Excerpts from a dataset:
# # #

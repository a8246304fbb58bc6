"""Assess an installation: solve each distinct case once, sum with phase alignment, check.

Cost grows with distinct cases, not lamps: a circuit's current is found by solving its
fixture mix behind its dimmer at its setting and panel voltage once (cached); identical
circuits reuse it. Behind one leading-edge (triac) dimmer the lamps are solved together,
since latching and holding depend on the summed current; on a stiff supply with no dimmer or
a trailing-edge dimmer every lamp sees the same voltage whatever the others do, so each
fixture type is solved once and multiplied by its count (the dimmer's own small series
resistance then counts once per lamp: below 0.2 % of the current for usual circuits).

Supply interaction: the line and neutral currents drop harmonic voltages across the feeder
and source impedance; the circuits are solved again under the distorted panel voltage until
the line currents change by less than the tolerance. Both the ideal-supply and the
interacting results are kept.
"""

from __future__ import annotations

from dataclasses import dataclass, replace

import numpy as np

from . import checks as ck
from .aggregate import (
    GRID_SAMPLES,
    LINE_ANGLES_DEG,
    common_period,
    summation_law,
    to_grid,
    triplen_share,
)
from .errors import ConvergenceError, InputError
from .installation import Circuit, Installation, Panel
from .metrics import harmonic_loss_factor, k_factor, thd
from .spectrum import rotate_phasors
from .supply import voltage_drop

__all__ = ["CaseResult", "CaseSolver", "CircuitResult", "LineResult", "PanelResult",
           "ScenarioResult", "Assessment", "assess", "grid_phasors"]

MAX_ORDER = 50
#: A setting at or above this conduction angle [deg] is a dimmer fully on.
FULL_CONDUCTION_DEG = 179.5


def grid_phasors(x: np.ndarray, cycles: int, max_order: int = MAX_ORDER) -> np.ndarray:
    """RMS phasors (sine basis) of orders 0..max_order at the array's own time origin [A]."""
    n = x.shape[-1]
    X = np.fft.rfft(x, axis=-1) / n
    c = X[..., np.arange(max_order + 1) * cycles] * 2
    p = np.abs(c) / np.sqrt(2) * np.exp(1j * (np.angle(c) + np.pi / 2))
    p[..., 0] = X[..., 0].real
    return p


def _advance(x: np.ndarray, angle_rad: float, cycles: int) -> np.ndarray:
    """Advance a periodic record by ``angle_rad`` of the fundamental (orders turn by +h*angle)."""
    if angle_rad == 0:
        return x
    X = np.fft.rfft(x)
    k = np.arange(X.size)
    X = X * np.exp(1j * k * angle_rad / cycles)
    if x.size % 2 == 0:
        X[-1] = X[-1].real
    return np.fft.irfft(X, x.size)


# ------------------------------------------------------------------------ case solving
@dataclass(frozen=True)
class GroupStress:
    """Per fixture type in a circuit: one lamp's figures at this circuit's conditions."""

    fixture: str
    count: int
    i_rms_one_a: float
    inrush_peak_one_a: float
    p_one_w: float
    light_rel: float | None


@dataclass(frozen=True)
class CaseResult:
    """A circuit's solved current on the aggregation grid, on its own line's voltage."""

    current_a: np.ndarray
    cycles: int
    p_w: float
    flags: tuple[str, ...]
    groups: tuple[GroupStress, ...]
    notes: tuple[str, ...] = ()


def _sum_cases(parts: list[CaseResult], flags_extra=(), notes=()) -> CaseResult:
    cyc = common_period(p.cycles for p in parts)
    cur = sum(np.tile(p.current_a, cyc // p.cycles) for p in parts)
    flags = tuple(dict.fromkeys(f for p in parts for f in p.flags + tuple(flags_extra)))
    return CaseResult(cur, cyc, sum(p.p_w for p in parts), flags,
                      tuple(g for p in parts for g in p.groups),
                      tuple(dict.fromkeys(n for p in parts for n in p.notes + tuple(notes))))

# # #

_PROBLEM REQUIREMENTS_. Reproduce exactly the line bearing "cur = sum(np.tile(p.current_a, cyc" and all the lines that come after it in the records above; add nothing.

_THE COMPLETED TASK_.
    cur = sum(np.tile(p.current_a, cyc // p.cycles) for p in parts)
    flags = tuple(dict.fromkeys(f for p in parts for f in p.flags + tuple(flags_extra)))
    return CaseResult(cur, cyc, sum(p.p_w for p in parts), flags,
                      tuple(g for p in parts for g in p.groups),
                      tuple(dict.fromkeys(n for p in parts for n in p.notes + tuple(notes))))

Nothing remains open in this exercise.